So we have to show the following:
Whether or not the sequence $\{n\}$ converges?
To disprove a statement we need to give one counterexample, but to prove a statement, we need to rigorously prove it right? In this case, I want to use the epsilon definition to show that this sequence does not converge. Would the following work?
Let the sequence converge to $L$. Then there exists $N$, such that for all $n>N$, $n, N \in \mathbb N$, $s_{n} - L < \epsilon$. But how would we move forth from here? Like I am not sure how I would show the contradiction.
Whether or not the sequence $\left\{ \frac{(-1)^{n}}{2n}\right\}$ converges?
This is the same problem I am facing with this question since, even though I want to use the epsilon-delta definition, I can only come up with actual/graphing the sequence as a function on a graphing calculator to show that even though the function oscillates it actually converges for very large values of $n$.
Can someone tell me where my reasoning is wrong/how I can proceed further from where I am currently stuck?

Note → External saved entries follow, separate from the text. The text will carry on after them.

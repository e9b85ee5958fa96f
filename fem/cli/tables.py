"""A record as tables for a terminal: every number with its band, or with the words that it has none. Never solves."""

import math
from collections.abc import Iterable

import numpy as np
from rich import box
from rich.console import Console, Group, RenderableType
from rich.padding import Padding
from rich.table import Table
from rich.text import Text

from fem.results.cautions import RESPONSIBILITY, cautions
from fem.results.history import Key
from fem.results.numbers import START, Writer, peak_text
from fem.results.record import Record
from fem.results.verdicts import Call, Verdict

COLOURS = {Call.met: "green", Call.not_met: "red", Call.too_close: "yellow"}
NO_VERDICT = "no verdict: no band"
MANY = 100.0
"""Margins of more bands than this are just called that: what matters is settled."""


def show_record(console: Console, record: Record) -> None:
    """Print all that a user must see of a record."""
    console.print(Group(*_parts(record)))


def _parts(record: Record) -> list[RenderableType]:
    writer = Writer.of(record)
    tables = (gauges, regions, limits, ledger, findings)
    parts = [_head(record), *(table(record, writer) for table in tables), standing(record, writer)]
    return [part for part in parts if part is not None]


def _head(record: Record) -> RenderableType:
    title = Text(record.title or "(no title)", style="bold")
    size = f"{'finest mesh ' if record.kind == 'vouch' else ''}{len(record.mesh.cells)} cells"
    steady = ", steady state" if record.steady else ""
    made = f"{record.kind} of docket {record.content_hash[:12]}{steady}, {size}, {record.seconds:.1f} s of work"
    lines = [title, Text(made, style="dim")]
    if record.kind == "quick look":
        lines.append(Text("no band (quick look): one run on one mesh, no number here is vouched for", style="yellow"))
    elif not np.isfinite(record.figures.band).any():
        lines.append(Text("no band: the work ended before there were runs to compare", style="yellow"))
    if record.outcome != "finished":
        lines.append(Text(f"outcome: {record.outcome}", style="red"))
    return Group(*lines)


def plain_table(*columns: str, wrapped: tuple[str, ...] = ()) -> Table:
    """Return an empty table in the style of all tables here; only the `wrapped` columns may take several lines."""
    table = Table(box=box.SIMPLE_HEAD, show_edge=False, padding=(0, 1))
    for name in columns:
        table.add_column(name, overflow="fold", no_wrap=bool(wrapped) and name not in wrapped)
    return table


def under(title: str, table: Table) -> RenderableType:
    """Return a table under its title, set off from what stands above."""
    return Group("", Text(title, style="bold"), Padding(table, (0, 0, 0, 1)))


# --- temperatures ---------------------------------------------------------------------------------


def gauges(record: Record, writer: Writer) -> RenderableType | None:
    """Return the table of gauges: highest and lowest with their instants, and the last value."""
    keys = [key for key in record.figures.keys if key.kind == "gauge"]
    if not keys:
        return None
    if record.steady:
        return _steady_table("Gauges", record, writer, keys)
    table = plain_table("gauge", "highest", "lowest", _last_column(record), wrapped=("gauge",))
    for key in keys:
        high, low = (_extreme(record, writer, key, lowest=lowest) for lowest in (False, True))
        table.add_row(key.name, high, low, _end(record, writer, key))
    return under("Gauges", table)


def regions(record: Record, writer: Writer) -> RenderableType | None:
    """Return the table of regions: the hottest and the coldest that any point of each gets."""
    names = list(dict.fromkeys(key.name for key in record.figures.keys if key.kind in ("highest", "lowest")))
    if not names:
        return None
    if record.steady:
        wanted = [key for key in record.figures.keys if key.kind in ("highest", "lowest", "mean")]
        return _steady_table("Regions", record, writer, wanted)
    table = plain_table("region", "hottest point", "coldest point", wrapped=("region",))
    for name in names:
        keys = [Key(kind, name) for kind in ("highest", "lowest")]
        known = [key in record.figures.keys for key in keys]
        cells = [
            _extreme(record, writer, key, lowest=key.kind == "lowest") if there else ""
            for key, there in zip(keys, known, strict=True)
        ]
        table.add_row(name or "whole section", *cells)
    return under("Regions", table)


def _last_column(record: Record) -> str:
    return "at the end" if record.outcome == "finished" else "where it stopped"


def _extreme(record: Record, writer: Writer, key: Key, *, lowest: bool) -> Text:
    value, when = peak_text(writer, record.figures, key, lowest=lowest)
    place = ""
    if key.kind in ("highest", "lowest") and not when.startswith(START):  # at the start, all of a region is alike
        place = f"\n{writer.place(*record.spot(key.name, lowest=lowest))}"
    return Text.assemble(value, (f"\nat {when}{place}", "dim"))


def _steady_table(title: str, record: Record, writer: Writer, keys: Iterable[Key]) -> RenderableType:
    table = plain_table(title.lower().removesuffix("s"), "", "temperature")
    for key in keys:
        table.add_row(key.name or "whole section", "" if key.kind == "gauge" else key.kind, _end(record, writer, key))
    return under(title, table)


def _end(record: Record, writer: Writer, key: Key) -> str:
    value, band = record.figures.series(key)
    return writer.value("temperature", float(value[-1]), float(band[-1]))


# --- limits ---------------------------------------------------------------------------------------


def limits(record: Record, writer: Writer) -> RenderableType | None:
    """Return the table of limits: verdict, margin in kelvin and in bands, and when."""
    if not record.verdicts:
        return None
    table = plain_table("limit", "verdict", "margin", wrapped=("limit",))
    for verdict in record.verdicts:
        name = Text(verdict.limit)
        when = _when(record, writer, verdict)
        name.append(f"\n{verdict.text}" + (f"\n{when}" if when else ""), style="dim")
        margin = Text(writer.margin(verdict.margin, verdict.band, is_rate=verdict.is_rate))
        margin.append(f"\n{bands_text(verdict)}", style="dim")
        table.add_row(name, call_text(verdict), margin)
    return under("Limits", table)


def call_text(verdict: Verdict) -> Text:
    """Return the verdict in words and colour; without a band there is none."""
    if not math.isfinite(verdict.band):
        return Text(NO_VERDICT, style="yellow")
    return Text(verdict.call.value, style=COLOURS[verdict.call])


def bands_text(verdict: Verdict) -> str:
    """Return the margin in bands, in words; nothing where there is no band."""
    if not math.isfinite(verdict.band):
        return ""
    size = abs(verdict.bands)
    return f"{size:.2g} bands" if size < MANY else f"over {MANY:.0f} bands"


def _when(record: Record, writer: Writer, verdict: Verdict) -> str:
    if record.steady:
        return ""
    clock = (float(record.figures.grid.t[0]), float(record.figures.grid.t[-1]))
    if verdict.crossing is None:
        return f"tightest at {writer.instant(verdict.t, clock)}" if math.isfinite(verdict.margin) else ""
    if not math.isfinite(verdict.band):
        reached = verdict.crossing[0]
        return f"reached at {writer.instant(reached, clock)}" if math.isfinite(reached) else "not reached"
    text = writer.crossing(*verdict.crossing)
    return text if text.startswith("not") else f"reached at {text}"


# --- heat -----------------------------------------------------------------------------------------


def ledger(record: Record, writer: Writer) -> RenderableType:
    """Return the heat ledger: in through each exposure and each of its edges, made, stored, unexplained.

    What has a band carries it; what has none is the exact account of the finest run.
    """
    book, kind = record.ledger, "flow" if record.steady else "heat"
    table = plain_table("heat", "amount")
    for name in dict.fromkeys(key.name for key in record.figures.keys if key.kind == kind):
        edges = [(edge, heat) for edge, heat in book.through if edge.startswith(f"{name} on ")]
        if len(edges) > 1:
            table.add_row(f"in through {name}, all its edges", _amount(record, writer, Key(kind, name), None))
        for edge, heat in edges:
            told = writer.words(edge)
            words = f"  of it{told.removeprefix(name)}" if len(edges) > 1 else f"in through {told}"
            whole = Key(kind, name if len(edges) == 1 else edge)
            table.add_row(words, _amount(record, writer, whole, heat))
    for name, heat in book.made:
        table.add_row(f"made in {name}", _amount(record, writer, Key("made", name), heat))
    table.add_row("stored", _amount(record, writer, Key("stored", ""), book.stored))
    part = f"{100.0 * book.part:.2g} % of the {writer.heat(book.turned_over)} turned over"
    table.add_row("unexplained", f"{writer.heat(book.unexplained)}, {part}")
    return under("Heat ledger of the finest run", table)


def _amount(record: Record, writer: Writer, key: Key, exact: float | None) -> str:
    """Return the last value of a series with its band; the exact account where there is no such series."""
    if key in record.figures.keys:
        value, band = record.figures.series(key)
        return writer.value("heat", float(value[-1]), float(band[-1]))
    return "" if exact is None else writer.heat(exact)


# --- findings and standing ------------------------------------------------------------------------


def findings(record: Record, writer: Writer) -> RenderableType | None:
    """Return what the checks found; those that keep the standing open first."""
    if not record.findings:
        return None
    table = plain_table("check", "", "what was found", wrapped=("what was found",))
    for finding in sorted(record.findings, key=lambda found: not found.blocks):
        told = Text(writer.words(finding.message))
        if (
            finding.x is not None
            and finding.y is not None
            and writer.place(finding.x, finding.y) not in finding.message
        ):
            told.append(f" — at {writer.place(finding.x, finding.y)}")
        if finding.close:
            told.append(f"\nto close it: {writer.words(finding.close)}", style="dim")
        weight = Text("keeps it open", style="red") if finding.blocks else Text("remark", style="dim")
        table.add_row(finding.check, weight, told)
    return under("Findings", table)


def standing(record: Record, writer: Writer) -> RenderableType:
    """Return the standing with its reasons and what would close each."""
    style = "bold green" if record.standing == "vouched" else "bold yellow"
    lines: list[RenderableType] = ["", Text.assemble(("Standing: ", "bold"), (record.standing, style))]
    for number, reason in enumerate(record.reasons, start=1):
        told = Text(writer.words(f"{number}. {reason.text}"))
        if reason.close:
            told.append(f"\n   to close it: {writer.words(reason.close)}", style="dim")
        lines.append(Padding(told, (0, 0, 0, 2)))
    return Group(*lines)


def show_end(console: Console, record: Record, where: str) -> None:
    """Print where the record lies, who answers for its use, and the cautions that the job calls for."""
    console.print(Text(f"\nRecord: {where}"), soft_wrap=True)
    console.print(Text(RESPONSIBILITY))
    for caution in cautions(record):
        console.print(Text(caution, style="yellow"))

Any hints would be great!
As you know, we say that the sequence $s_n$ converges if $$\exists L:\forall \epsilon > 0,\exists N : \forall n \ge N, |s_n - L|<\epsilon$$
If we want to prove that a sequence does not converge we will have to prove the opposite statement: $$\forall L, \exists \epsilon > 0:\forall N, \exists n \ge N, |s_n - L| \ge \epsilon$$
In this case, if you fix $L$ you know that the sequence $s_n=n$ starts approaching $L$, gets close to it but once $n>L$ the sequence keeps going, getting farther and farther away from $L$.
We can encode this statement as follows: we fix $L$ and choose $\epsilon = 1$, for example. Then for all $N$ we must be able to choose $n \ge N$ such that $|n-L|\ge 1$. Well, for $N \le L+1$ we can choose an $n>L+1$, while for $N>L+1$ we can just choose $n=N$ itself.